With special thanks to members of Dr. Daniels’s Family

Aubrey C. Daniels died on March 1, 2025, at age 89. While his passing was not unexpected, I was struck by how dim the morning light appeared out my window. Another giant of our field was gone. He was my colleague, a professional partner in business, and a friend. He wanted the world to see what could come from the science of behavior that he loved.

He leaves behind the values found in humor, kindness, generosity, and humility. Working with him was a never-ending delight—exploring how best to translate the basic science into consumable morsels for those far removed from behavior analysis but quick to understand both its utility and its power as a science. In particular, he is well known for introducing those outside the field to the pragmatic power of positive reinforcement (R+) in accelerating and sustaining good outcomes for individuals and their organizations. His was not a simple application of what sounds like a simple concept. As clients worked with Aubrey, they explored in detail concepts of behavior analysis, including findings from the experimental analysis of behavior. He helped his clients learn how to address complex and interconnected consequences across corporate operations and their own lives. He wanted to increase independent and skilled applications of this most optimistic science to accelerate desired performance and value-laden enrichment of the conditions that surround such accomplishments.

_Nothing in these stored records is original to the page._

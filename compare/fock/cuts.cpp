#include <algorithm>
#include <cmath>

#include "compare/fock/departure.hpp"
#include "compare/fock/weights.hpp"

namespace heraldgauge::compare::fock {
namespace {

double log2_beyond_model(double lam, long m) {
  const auto n = static_cast<double>(m) + 1;
  return n * std::log2(lam) + std::log2(1 + n * (1 - lam));
}

double log2_beyond_poisson(double mean, long m) {
  const auto n = static_cast<double>(m) + 1;
  return n * std::log2(mean) - std::lgamma(n + 1) / std::log(2.0);
}

// The smallest m >= 1 whose estimate is below the aim; a source without pairs keeps none, an ideal one a single pair.
std::vector<long> smallest_cuts(const model::Chain& chain, double log2_tail, bool poisson) {
  const double aim = log2_tail - std::log2(static_cast<double>(chain.sources.size()));
  std::vector<long> cuts;
  for (const model::Source& source : chain.sources) {
    const double x = to_binary64(poisson ? mean_pairs(source) : source.pair_parameter);
    const bool ideal = source.kind == model::SourceKind::ideal_pair && !poisson;
    long m = x == 0 ? 0 : 1;
    while (x > 0 && !ideal && m < 1000 && (poisson ? log2_beyond_poisson(x, m) : log2_beyond_model(x, m)) > aim) ++m;
    cuts.push_back(m);
  }
  return cuts;
}

}  // namespace

std::vector<long> cuts_for_model(const model::Chain& chain, double log2_tail) {
  return smallest_cuts(chain, log2_tail, false);
}
std::vector<long> cuts_for_poisson(const model::Chain& chain, double log2_tail) {
  return smallest_cuts(chain, log2_tail, true);
}

Interval tail_of_model(const model::Chain& chain, const std::vector<long>& cuts, reference::Precision bits) {
  Interval sum(bits);
  const Interval one(1L, bits);
  for (std::size_t k = 0; k < cuts.size(); ++k) {
    if (chain.sources[k].kind == model::SourceKind::ideal_pair) continue;
    const Interval lam = reference::enclose(chain.sources[k].pair_parameter, bits);
    const long n = cuts[k] + 1;
    sum += reference::power(lam, static_cast<unsigned long>(n)) * (one + Interval(n, bits) * (one - lam));
  }
  return sum;
}

Interval tail_of_poisson(const model::Chain& chain, const std::vector<long>& cuts, reference::Precision bits) {
  Interval sum(bits);
  for (std::size_t k = 0; k < cuts.size(); ++k) {
    const Interval mean = reference::enclose(mean_pairs(chain.sources[k]), bits);
    Interval term(1L, bits);
    for (long n = 1; n <= cuts[k] + 1; ++n) term = term * mean / Interval(n, bits);
    sum += term;
  }
  return sum;
}

Description model_description(const model::Chain& chain, const std::vector<long>& cuts) {
  Description description;
  description.chain = chain;
  for (std::size_t k = 0; k < cuts.size(); ++k) description.weights.push_back(model_weights(chain.sources[k], cuts[k]));
  return description;
}

}  // namespace heraldgauge::compare::fock
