#pragma once
// The arithmetics in which the explicit Fock evaluator runs: binary32 and binary64, outward-rounded intervals, exact
// rationals. An Arithmetic turns exact numbers into its Numbers.

#include <cmath>
#include <numbers>
#include <vector>

#include "compare/binary64.hpp"
#include "reference/arithmetic/interval.hpp"
#include "reference/optics/angles.hpp"

namespace heraldgauge::compare::fock {

using model::Rational;
using reference::Interval;

template <class Number>
struct Arithmetic;

template <>
struct Arithmetic<double> {
  double operator()(const model::Real& x) const { return to_binary64(x); }
  double operator()(const Rational& x) const { return x.get_d(); }
  double operator()(long x) const { return static_cast<double>(x); }
  double cosine(const Rational& degrees) const { return std::cos(degrees.get_d() * std::numbers::pi / 180); }
  double sine(const Rational& degrees) const { return std::sin(degrees.get_d() * std::numbers::pi / 180); }
  double mean_of_dark_count(double d) const { return -std::log1p(-d); }
};

template <>
struct Arithmetic<float> {
  float operator()(const model::Real& x) const { return static_cast<float>(to_binary64(x)); }
  float operator()(const Rational& x) const { return static_cast<float>(x.get_d()); }
  float operator()(long x) const { return static_cast<float>(x); }
  float cosine(const Rational& degrees) const { return static_cast<float>(Arithmetic<double>{}.cosine(degrees)); }
  float sine(const Rational& degrees) const { return static_cast<float>(Arithmetic<double>{}.sine(degrees)); }
  float mean_of_dark_count(float d) const { return -std::log1p(-d); }
};

template <>
struct Arithmetic<Interval> {
  reference::Precision bits;
  Interval operator()(const model::Real& x) const { return reference::enclose(x, bits); }
  Interval operator()(const Rational& x) const { return {x, bits}; }
  Interval operator()(long x) const { return {x, bits}; }
  Interval cosine(const Rational& degrees) const { return reference::cosine_of_degrees(degrees, bits); }
  Interval sine(const Rational& degrees) const { return reference::sine_of_degrees(degrees, bits); }
  Interval mean_of_dark_count(const Interval& d) const { return -reference::logarithm_1p(-d); }
};

// Requires rational inputs and analyser angles that are multiples of 45 degrees. Serves to tell which sums vanish, so a
// dark count's mean, which is irrational, is replaced by d, which vanishes where it does.
template <>
struct Arithmetic<Rational> {
  Rational operator()(const model::Real& x) const { return x.rational(); }
  Rational operator()(const Rational& x) const { return x; }
  Rational operator()(long x) const { return Rational(x); }
  Rational cosine(const Rational& degrees) const { return reference::rational_cosine(degrees).value(); }
  Rational sine(const Rational& degrees) const { return reference::rational_cosine(90 - degrees).value(); }
  Rational mean_of_dark_count(const Rational& d) const { return d; }
};

// min(1, x).
template <class Number>
Number at_most_one(const Arithmetic<Number>& number, const Number& x) {
  const Number one = number(1L);
  return one < x ? one : x;
}
inline Interval at_most_one(const Arithmetic<Interval>& number, const Interval& x) {
  return reference::smaller_of(x, number(1L));
}

// x^0, x^1, ..., x^last.
template <class Number>
std::vector<Number> powers(const Arithmetic<Number>& number, const Number& x, long last) {
  std::vector<Number> result{number(1L)};
  for (long n = 1; n <= last; ++n) result.push_back(result.back() * x);
  return result;
}

// C(n, k) and n! up to a largest n, by additions and multiplications of integers only.
template <class Number>
class Counting {
 public:
  Counting(const Arithmetic<Number>& number, long largest) {
    for (long n = 0; n <= largest; ++n) {
      factorials_.push_back(n == 0 ? number(1L) : factorials_.back() * number(n));
      std::vector<Number> row{number(1L)};
      for (long k = 1; k < n; ++k) row.push_back(binomial(n - 1, k - 1) + binomial(n - 1, k));
      if (n > 0) row.push_back(number(1L));
      rows_.push_back(std::move(row));
    }
  }
  const Number& factorial(long n) const { return factorials_[static_cast<std::size_t>(n)]; }
  const Number& binomial(long n, long k) const {
    return rows_[static_cast<std::size_t>(n)][static_cast<std::size_t>(k)];
  }

 private:
  std::vector<Number> factorials_;
  std::vector<std::vector<Number>> rows_;
};

}  // namespace heraldgauge::compare::fock
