package render

import (
	"fmt"
	"path"
	"strings"
	"unicode"

	"saddlebook/content"
	"saddlebook/content/fault"
	"saddlebook/render/study"
)

// The pages and files that every site has, whatever its notes.
const (
	contentsFile   = "index.html"
	claimsFile     = "claims.html"
	colophonFile   = "colophon.html"
	provenanceFile = "provenance.json"
	styleFile      = "assets/style.css"
)

const noteOwner = "the note"

// collisions refuses notes and files that would take the place of another file
// of the site.
func collisions(s *study.Study) fault.List {
	var out fault.List
	owner := map[string]string{contentsFile: "the contents", claimsFile: "the page of all claims", colophonFile: "the colophon",
		provenanceFile: "the provenance", styleFile: "the style"}
	take := func(file, who string, at fault.Place, fix string) {
		other := owner[file]
		if other == noteOwner && who != noteOwner {
			return // told by content
		}
		for dir := path.Dir(file); dir != "." && other == ""; dir = path.Dir(dir) {
			other = owner[dir]
		}
		if other != "" {
			out = append(out, fault.Diagnostic{At: at, Severity: fault.Error,
				Msg: fmt.Sprintf("%s would be published as %q, which is %s", who, file, other), Fix: fix})
			return
		}
		owner[file] = who
	}
	for _, n := range s.Book.Notes {
		at := fault.Place{File: path.Join(s.Book.Root, n.Path), Line: 1, Col: 1}
		if strings.ContainsFunc(n.Name, unicode.IsControl) {
			out = append(out, fault.Diagnostic{At: at, Severity: fault.Error, Msg: fmt.Sprintf("the name of the note %q holds a control character", n.Path), Fix: "rename the file"})
			continue
		}
		take(pageOf(n), noteOwner, at, "give the note another name")
		for _, name := range filesOf(s, n) {
			take(name, "a file of note "+n.Path, at, "give the note or the block another name")
		}
	}
	linked := map[string]fault.Place{}
	for _, n := range s.Book.All() {
		for _, l := range n.Links {
			if _, known := linked[l.Path]; !known {
				linked[l.Path] = l.At
			}
		}
	}
	for _, a := range s.Book.Assets {
		take(a, "the file "+a, linked[a], "give the file another name")
	}
	return out
}

// pageOf is the file of a note's page.
func pageOf(n *content.Note) string { return n.Name + ".html" }

// filesOf lists the files that go with a note's page: its figures and results.
func filesOf(s *study.Study, n *content.Note) []string {
	var out []string
	results := false
	for _, b := range n.Blocks {
		e := s.Of(b)
		if e == nil || !e.Done {
			continue
		}
		results = results || len(e.Results) > 0
		sheet, err := lay(e)
		if err != nil {
			continue // told by unlaid
		}
		for i := range sheet.Figures() {
			out = append(out, n.Name+"/"+figureName(b, i)+".svg")
		}
		for _, d := range sheet.Files() {
			out = append(out, n.Name+"/"+dataName(b, d))
		}
	}
	if results {
		out = append(out, n.Name+"/results.csv", n.Name+"/results.json")
	}
	return out
}
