package render

import (
	"encoding/json"
	"fmt"
	"io"
	"strings"

	"saddlebook/content/schema"
	"saddlebook/render/kind"
)

// UnknownKind says that a block kind does not exist.
type UnknownKind struct{ Name, Fix string }

func (e *UnknownKind) Error() string {
	return fmt.Sprintf("%q is not a kind of block; %s", e.Name, e.Fix)
}

// Reference writes what a block kind takes and gives, as text or as JSON
// Schema; without a name, the list of kinds.
func Reference(w io.Writer, name string, asSchema bool) error {
	if name == "" {
		if asSchema {
			all := map[string]any{}
			for _, n := range kind.Names() {
				k := kind.Find(n)
				all[n] = schema.JSONSchema(n, k.Doc, k.Fields)
			}
			return writeJSON(w, all)
		}
		for _, n := range kind.Names() {
			if _, err := fmt.Fprintf(w, "%-12s %s\n", n, kind.Find(n).Doc); err != nil {
				return err
			}
		}
		_, err := fmt.Fprintf(w, "\nMore on one of them: saddlebook reference KIND\n")
		return err
	}
	k := kind.Find(name)
	if k == nil {
		fix := "write one of " + strings.Join(kind.Names(), ", ")
		if near := schema.Nearest(name, kind.Names()); near != "" {
			fix = fmt.Sprintf("did you mean %q?", near)
		}
		return &UnknownKind{name, fix}
	}
	if asSchema {
		return writeJSON(w, schema.JSONSchema(k.Name, k.Doc, k.Fields))
	}
	if err := schema.Reference(w, k.Name, k.Doc, k.Fields); err != nil {
		return err
	}
	if len(k.Gives) == 0 {
		return nil
	}
	if _, err := fmt.Fprintf(w, "\nResults, as ID/...\n"); err != nil {
		return err
	}
	for _, g := range k.Gives {
		if _, err := fmt.Fprintf(w, "  %-28s %s\n", g.Key, g.Doc); err != nil {
			return err
		}
	}
	return nil
}

func writeJSON(w io.Writer, v any) error {
	enc := json.NewEncoder(w)
	enc.SetEscapeHTML(false)
	enc.SetIndent("", "  ")
	return enc.Encode(v)
}

// Kinds lists the block kinds, for completion.
func Kinds() []string { return kind.Names() }
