package render

import (
	"bytes"
	"context"
	"encoding/xml"
	"flag"
	"io"
	"os"
	"path/filepath"
	"strings"
	"testing"
	"testing/fstest"

	"saddlebook/render/kind"
)

var update = flag.Bool("update", false, "rewrite the golden files; read the change before it is kept")

// TestKinds holds what each kind computes and shows against golden files: a
// note for each kind in testdata/kinds, its results and its page text beside it.
func TestKinds(t *testing.T) {
	notes, err := filepath.Glob("testdata/kinds/*.md")
	if err != nil {
		t.Fatal(err)
	}
	covered := map[string]bool{}
	for _, file := range notes {
		name := strings.TrimSuffix(filepath.Base(file), ".md")
		t.Run(name, func(t *testing.T) {
			source, err := os.ReadFile(file)
			if err != nil {
				t.Fatal(err)
			}
			fsys := fstest.MapFS{"saddlebook.toml": {Data: []byte("title = \"Kinds\"\n")}, "kind-" + name + ".md": {Data: source}}
			s, faults, err := open(context.Background(), Source{FS: fsys}, Options{Jobs: 1})
			if err != nil {
				t.Fatal(err)
			}
			var results bytes.Buffer
			for _, d := range faults {
				results.WriteString(d.Error() + "\n")
			}
			if faults.Failed() {
				t.Fatal(results.String())
			}
			for _, b := range s.Blocks {
				covered[b.Kind.Name] = true
				if err := WriteResults(&results, resultsOf(b), "text"); err != nil {
					t.Fatal(err)
				}
			}
			page, err := body(s, s.Book.Notes[0])
			if err != nil {
				t.Fatal(err)
			}
			wellFormed(t, "<body>"+page+"</body>")
			golden(t, "testdata/kinds/"+name+".results.golden", results.String())
			golden(t, "testdata/kinds/"+name+".html.golden", page)
		})
	}
	for _, k := range kind.Names() {
		if !covered[k] {
			t.Errorf("no note in testdata/kinds has a block of kind %q", k)
		}
	}
}

func golden(t *testing.T, file, got string) {
	t.Helper()
	if *update {
		if err := os.WriteFile(file, []byte(got), 0o666); err != nil {
			t.Fatal(err)
		}
		return
	}
	want, err := os.ReadFile(file)
	if err != nil {
		t.Fatal(err)
	}
	if got == string(want) {
		return
	}
	g, w := strings.Split(got, "\n"), strings.Split(string(want), "\n")
	for i := range max(len(g), len(w)) {
		a, b := "(nothing)", "(nothing)"
		if i < len(g) {
			a = g[i]
		}
		if i < len(w) {
			b = w[i]
		}
		if a != b {
			t.Errorf("%s differs from line %d on; rewrite it with -update and read the change\ngot  %.300s\nwant %.300s", file, i+1, a, b)
			return
		}
	}
}

// wellFormed reads HTML that we write as strictly as XML.
func wellFormed(t *testing.T, text string) {
	t.Helper()
	d := xml.NewDecoder(strings.NewReader(text))
	d.Strict = true
	d.AutoClose = []string{"br", "hr", "img"}
	d.Entity = xml.HTMLEntity
	for {
		if _, err := d.Token(); err == io.EOF {
			return
		} else if err != nil {
			t.Errorf("not well formed: %v", err)
			return
		}
	}
}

Affectionately known as the Father of Performance Management, Aubrey became a sought-after speaker and served on many boards, including the Cambridge Center for Behavioral Studies, and was an associate at Harvard University’s John F. Kennedy School of Government. The author of six best-selling books, his works were widely recognized as international classics of business management. His textbook, Performance Management, is in its fifth edition and has sold more than 700,000 copies. His book, Bringing Out the Best in People, now in its third edition, is considered a seminal work in business literature. In 1977, he founded the Journal of Organizational Behavior Management, a peer-reviewed academic journal that continues to be published and is the main source in the field today. His books have been translated into Japanese, Chinese, Korean, Spanish, and French, and licensed in China, India, Indonesia, Japan, Korea, Romania, and Saudi Arabia.

Aubrey’s way of teaching the science of behavior to anyone who would listen often ended up turning them into passionate advocates of the science and its implications in application. He liked to see where behavior might go once in contact with the elements that build persistence and passion in striving to reach clearly defined and measured goals.

He was a scientist, and his lab was the workplace, developing conditions and outcomes of behavior at work that were profound. He developed simple translation tools and, in that application, created ardent advocates of the science. If we continue his honest, direct, and positive teaching methods, understanding the depth by which the power of positive reinforcement can improve how we treat one another and ourselves, that would be, as he expressed to me, a very good thing for how his contributions would be remembered– a treasured legacy.

With Tom Freeman’s permission, I am sharing a note he wrote to me on hearing of Aubrey’s death. It captures so much about why this man was loved.

“We were all fortunate to have had the chance to spend even a short amount of time with this man. How much light has this one person brought to a world so often plagued by darkness? A life of such consequence, with a natural elegance yet a kind of authentic down-home sophistication that one found oneself drawn into his sphere of wisdom and easy humor without even realizing that your view of the world was being shifted towards both the truth of things and the light of service — for what he had to say always seemed grounded in a deep commitment to benefitting the lives of others. I did not know him well, but this is the man as I saw him, and I am grateful to the universe for having allowed me to share my time on this planet with such a phenomenal human being.”

If you have not read his books, take a look. His writing offers a wise, humorous, and insightful view of behavior analysis in action, and ultimately conveys to all of us our common humanity.